Your assignment
Set every entry down again exactly, omitting none.

Stored items
────────────────────────────────────────

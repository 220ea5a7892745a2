// Nothing said is lost: pins and comments are in PostgreSQL before they are acknowledged, a restarted server
// serves them again, a client that dropped catches up, and the Yjs live document survives a restart, merges
// edits made offline and stays read-only for viewers.
import { randomUUID } from "node:crypto";
import { eq } from "drizzle-orm";
import { afterAll, beforeAll, describe, expect, it } from "vitest";
import { comments, pins, yjsUpdates } from "@/db/schema";
import type { CatchUp, PresentedPin } from "@/lib/realtime/events";
import { closeDb, getDb, requireIntegrationEnv } from "../support/db";
import { createProjectFixture, type ProjectFixture } from "../support/fixtures";
import { projectClients, request, startRealtimeServer, until, yjsClient, type RealtimeProcess } from "../support/realtime";

let server: RealtimeProcess;
let project: ProjectFixture;
const { on, notesOn, keep, closeAll } = projectClients(() => project);
const signedIn = (role: keyof ProjectFixture["users"]) => on(server, role);
const liveDoc = (role: keyof ProjectFixture["users"]) => notesOn(server, role);

beforeAll(async () => {
  requireIntegrationEnv();
  project = await createProjectFixture("rt-persist");
  server = await startRealtimeServer();
});

afterAll(async () => {
  closeAll();
  await server?.stop();
  await closeDb();
});

describe("pins and comments across a restart", () => {
  it("stores before acknowledging, and serves everything again after the server restarts", async () => {
    const since = new Date().toISOString();
    const architect = await signedIn("architect");
    const pinIds: string[] = [];
    const commentIds: string[] = [];
    for (let i = 0; i < 5; i += 1) {
      const pinId = randomUUID();
      const pin = await request<PresentedPin>(architect, "pin:create", {
        id: pinId,
        anchor: { kind: "member", id: `D-${i}` },
        revisionId: null,
        title: `Diagonal ${i}: can it take a 200 mm opening?`,
        discipline: "structural",
        body: "Ducts run through this bay.",
      });
      expect(pin.ok).toBe(true);
      pinIds.push(pinId);
      // Acknowledged means stored: the row is there the moment the ack arrives.
      expect(await getDb().select().from(pins).where(eq(pins.id, pinId))).toHaveLength(1);
      const commentId = randomUUID();
      expect((await request(architect, "comment:create", { id: commentId, pinId, body: `Follow-up ${i}` })).ok).toBe(true);
      expect(await getDb().select().from(comments).where(eq(comments.id, commentId))).toHaveLength(1);
      commentIds.push(commentId);
    }

    architect.disconnect();
    await server.stop();
    await server.start();

    const again = await signedIn("mep_engineer");
    const catchUp = await request<CatchUp>(again, "sync:since", { since });
    expect(catchUp.ok).toBe(true);
    if (!catchUp.ok) return;
    expect(catchUp.data.pins.map((p) => p.id).sort()).toEqual([...pinIds].sort());
    expect(catchUp.data.pins.every((p) => p.commentCount === 2)).toBe(true);
    expect(catchUp.data.comments.map((c) => c.id)).toEqual(expect.arrayContaining(commentIds));
    expect(catchUp.data.comments).toHaveLength(10);
  });

  it("lets a client that dropped catch up on what it missed", async () => {
    const architect = await signedIn("architect");
    const mep = await signedIn("mep_engineer");
    const pin = await request<PresentedPin>(architect, "pin:create", {
      id: randomUUID(),
      anchor: { kind: "clash", id: "CL-0031" },
      revisionId: null,
      title: "Duct vs bottom chord",
      discipline: "mep",
    });
    const pinId = pin.ok ? pin.data.id : "";
    const lastHeard = new Date().toISOString();
    mep.disconnect();
    const missed = randomUUID();
    await request(architect, "comment:create", { id: missed, pinId, body: "Could the duct drop 100 mm?" });
    await request(architect, "pin:set-state", { pinId, state: "answered" });
    mep.connect();
    await new Promise((resolve) => mep.once("welcome", resolve));
    const catchUp = await request<CatchUp>(mep, "sync:since", { since: lastHeard });
    expect(catchUp.ok && catchUp.data.comments.map((c) => c.id)).toContain(missed);
    expect(catchUp.ok && catchUp.data.pins.find((p) => p.id === pinId)?.state).toBe("answered");
  });
});

describe("the Yjs live document", () => {
  it("syncs two clients, stores the document and reloads it after a restart", async () => {
    const a = await liveDoc("structural_engineer");
    const b = await liveDoc("architect");
    a.doc.getText("notes").insert(0, "Agenda: bay 4 openings. ");
    await until(() => b.doc.getText("notes").toString() === "Agenda: bay 4 openings. ", "the second client sees the edit");
    b.doc.getText("notes").insert(b.doc.getText("notes").length, "Architect: skylight trimmer.");
    await until(() => a.doc.getText("notes").toString().endsWith("skylight trimmer."), "the first client sees the reply");
    await until(
      async () => (await getDb().select().from(yjsUpdates).where(eq(yjsUpdates.projectId, project.projectId))).length >= 2,
      "both updates are stored",
    );
    a.provider.destroy();
    b.provider.destroy();

    await server.stop();
    await server.start();
    const rows = await getDb().select().from(yjsUpdates).where(eq(yjsUpdates.projectId, project.projectId));
    expect(rows.filter((row) => row.compacted)).toHaveLength(1);

    const c = await liveDoc("mep_engineer");
    expect(c.doc.getText("notes").toString()).toBe("Agenda: bay 4 openings. Architect: skylight trimmer.");
  });

  it("merges edits made while a client was offline", async () => {
    const online = await liveDoc("owner");
    const offline = await liveDoc("mep_engineer");
    offline.provider.disconnect();
    offline.doc.getMap("agenda").set("mep", "Duct routes in bay 2");
    online.doc.getMap("agenda").set("owner", "Budget for openings");
    offline.provider.connect();
    await until(() => online.doc.getMap("agenda").get("mep") === "Duct routes in bay 2", "the offline edit arrives");
    await until(() => offline.doc.getMap("agenda").get("owner") === "Budget for openings", "the online edit reaches the returning client");
  });

  it("lets a viewer read but not change the document, and refuses outsiders", async () => {
    const viewer = await liveDoc("viewer");
    const writer = await liveDoc("structural_engineer");
    writer.doc.getText("minutes").insert(0, "Minutes of the review.");
    await until(() => viewer.doc.getText("minutes").toString() === "Minutes of the review.", "the viewer reads the minutes");
    viewer.doc.getText("minutes").insert(0, "VIEWER EDIT ");
    // The server handles one connection's messages in order: once the viewer's later awareness message reaches
    // the writer, the server has already dealt with the edit before it.
    viewer.provider.awareness.setLocalStateField("marker", "after-edit");
    await until(
      () => [...writer.provider.awareness.getStates().values()].some((state) => state.marker === "after-edit"),
      "the viewer's awareness arrives",
    );
    expect(writer.doc.getText("minutes").toString()).toBe("Minutes of the review.");
    writer.doc.getMap("agenda").set("engineer", "Check bay 3");
    await until(() => viewer.doc.getMap("agenda").get("engineer") === "Check bay 3", "the viewer still receives edits");

    const outsider = await yjsClient(server.url, project.projectId, project.users.outsider);
    keep(outsider.provider);
    const closed = new Promise<number>((resolve) => outsider.provider.once("connection-error", () => resolve(1)));
    await expect(closed).resolves.toBe(1);
    expect(outsider.provider.synced).toBe(false);
  });
});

────────────────────────────────────────

Reply
repository 220ea5a7892745a2
// Nothing said is lost: pins and comments are in PostgreSQL before they are acknowledged, a restarted server
// serves them again, a client that dropped catches up, and the Yjs live document survives a restart, merges
// edits made offline and stays read-only for viewers.
import { randomUUID } from "node:crypto";
import { eq } from "drizzle-orm";
import { afterAll, beforeAll, describe, expect, it } from "vitest";
import { comments, pins, yjsUpdates } from "@/db/schema";
import type { CatchUp, PresentedPin } from "@/lib/realtime/events";
import { closeDb, getDb, requireIntegrationEnv } from "../support/db";
import { createProjectFixture, type ProjectFixture } from "../support/fixtures";
import { projectClients, request, startRealtimeServer, until, yjsClient, type RealtimeProcess } from "../support/realtime";

let server: RealtimeProcess;
let project: ProjectFixture;
const { on, notesOn, keep, closeAll } = projectClients(() => project);
const signedIn = (role: keyof ProjectFixture["users"]) => on(server, role);
const liveDoc = (role: keyof ProjectFixture["users"]) => notesOn(server, role);

beforeAll(async () => {
  requireIntegrationEnv();
  project = await createProjectFixture("rt-persist");
  server = await startRealtimeServer();
});

afterAll(async () => {
  closeAll();
  await server?.stop();
  await closeDb();
});

describe("pins and comments across a restart", () => {
  it("stores before acknowledging, and serves everything again after the server restarts", async () => {
    const since = new Date().toISOString();
    const architect = await signedIn("architect");
    const pinIds: string[] = [];
    const commentIds: string[] = [];
    for (let i = 0; i < 5; i += 1) {
      const pinId = randomUUID();
      const pin = await request<PresentedPin>(architect, "pin:create", {
        id: pinId,
        anchor: { kind: "member", id: `D-${i}` },
        revisionId: null,
        title: `Diagonal ${i}: can it take a 200 mm opening?`,
        discipline: "structural",
        body: "Ducts run through this bay.",
      });
      expect(pin.ok).toBe(true);
      pinIds.push(pinId);
      // Acknowledged means stored: the row is there the moment the ack arrives.
      expect(await getDb().select().from(pins).where(eq(pins.id, pinId))).toHaveLength(1);
      const commentId = randomUUID();
      expect((await request(architect, "comment:create", { id: commentId, pinId, body: `Follow-up ${i}` })).ok).toBe(true);
      expect(await getDb().select().from(comments).where(eq(comments.id, commentId))).toHaveLength(1);
      commentIds.push(commentId);
    }

    architect.disconnect();
    await server.stop();
    await server.start();

    const again = await signedIn("mep_engineer");
    const catchUp = await request<CatchUp>(again, "sync:since", { since });
    expect(catchUp.ok).toBe(true);
    if (!catchUp.ok) return;
    expect(catchUp.data.pins.map((p) => p.id).sort()).toEqual([...pinIds].sort());
    expect(catchUp.data.pins.every((p) => p.commentCount === 2)).toBe(true);
    expect(catchUp.data.comments.map((c) => c.id)).toEqual(expect.arrayContaining(commentIds));
    expect(catchUp.data.comments).toHaveLength(10);
  });

  it("lets a client that dropped catch up on what it missed", async () => {
    const architect = await signedIn("architect");
    const mep = await signedIn("mep_engineer");
    const pin = await request<PresentedPin>(architect, "pin:create", {
      id: randomUUID(),
      anchor: { kind: "clash", id: "CL-0031" },
      revisionId: null,
      title: "Duct vs bottom chord",
      discipline: "mep",
    });
    const pinId = pin.ok ? pin.data.id : "";
    const lastHeard = new Date().toISOString();
    mep.disconnect();
    const missed = randomUUID();
    await request(architect, "comment:create", { id: missed, pinId, body: "Could the duct drop 100 mm?" });
    await request(architect, "pin:set-state", { pinId, state: "answered" });
    mep.connect();
    await new Promise((resolve) => mep.once("welcome", resolve));
    const catchUp = await request<CatchUp>(mep, "sync:since", { since: lastHeard });
    expect(catchUp.ok && catchUp.data.comments.map((c) => c.id)).toContain(missed);
    expect(catchUp.ok && catchUp.data.pins.find((p) => p.id === pinId)?.state).toBe("answered");
  });
});

describe("the Yjs live document", () => {
  it("syncs two clients, stores the document and reloads it after a restart", async () => {
    const a = await liveDoc("structural_engineer");
    const b = await liveDoc("architect");
    a.doc.getText("notes").insert(0, "Agenda: bay 4 openings. ");
    await until(() => b.doc.getText("notes").toString() === "Agenda: bay 4 openings. ", "the second client sees the edit");
    b.doc.getText("notes").insert(b.doc.getText("notes").length, "Architect: skylight trimmer.");
    await until(() => a.doc.getText("notes").toString().endsWith("skylight trimmer."), "the first client sees the reply");
    await until(
      async () => (await getDb().select().from(yjsUpdates).where(eq(yjsUpdates.projectId, project.projectId))).length >= 2,
      "both updates are stored",
    );
    a.provider.destroy();
    b.provider.destroy();

    await server.stop();
    await server.start();
    const rows = await getDb().select().from(yjsUpdates).where(eq(yjsUpdates.projectId, project.projectId));
    expect(rows.filter((row) => row.compacted)).toHaveLength(1);

    const c = await liveDoc("mep_engineer");
    expect(c.doc.getText("notes").toString()).toBe("Agenda: bay 4 openings. Architect: skylight trimmer.");
  });

  it("merges edits made while a client was offline", async () => {
    const online = await liveDoc("owner");
    const offline = await liveDoc("mep_engineer");
    offline.provider.disconnect();
    offline.doc.getMap("agenda").set("mep", "Duct routes in bay 2");
    online.doc.getMap("agenda").set("owner", "Budget for openings");
    offline.provider.connect();
    await until(() => online.doc.getMap("agenda").get("mep") === "Duct routes in bay 2", "the offline edit arrives");
    await until(() => offline.doc.getMap("agenda").get("owner") === "Budget for openings", "the online edit reaches the returning client");
  });

  it("lets a viewer read but not change the document, and refuses outsiders", async () => {
    const viewer = await liveDoc("viewer");
    const writer = await liveDoc("structural_engineer");
    writer.doc.getText("minutes").insert(0, "Minutes of the review.");
    await until(() => viewer.doc.getText("minutes").toString() === "Minutes of the review.", "the viewer reads the minutes");
    viewer.doc.getText("minutes").insert(0, "VIEWER EDIT ");
    // The server handles one connection's messages in order: once the viewer's later awareness message reaches
    // the writer, the server has already dealt with the edit before it.
    viewer.provider.awareness.setLocalStateField("marker", "after-edit");
    await until(
      () => [...writer.provider.awareness.getStates().values()].some((state) => state.marker === "after-edit"),
      "the viewer's awareness arrives",
    );
    expect(writer.doc.getText("minutes").toString()).toBe("Minutes of the review.");
    writer.doc.getMap("agenda").set("engineer", "Check bay 3");
    await until(() => viewer.doc.getMap("agenda").get("engineer") === "Check bay 3", "the viewer still receives edits");

    const outsider = await yjsClient(server.url, project.projectId, project.users.outsider);
    keep(outsider.provider);
    const closed = new Promise<number>((resolve) => outsider.provider.once("connection-error", () => resolve(1)));
    await expect(closed).resolves.toBe(1);
    expect(outsider.provider.synced).toBe(false);
  });
});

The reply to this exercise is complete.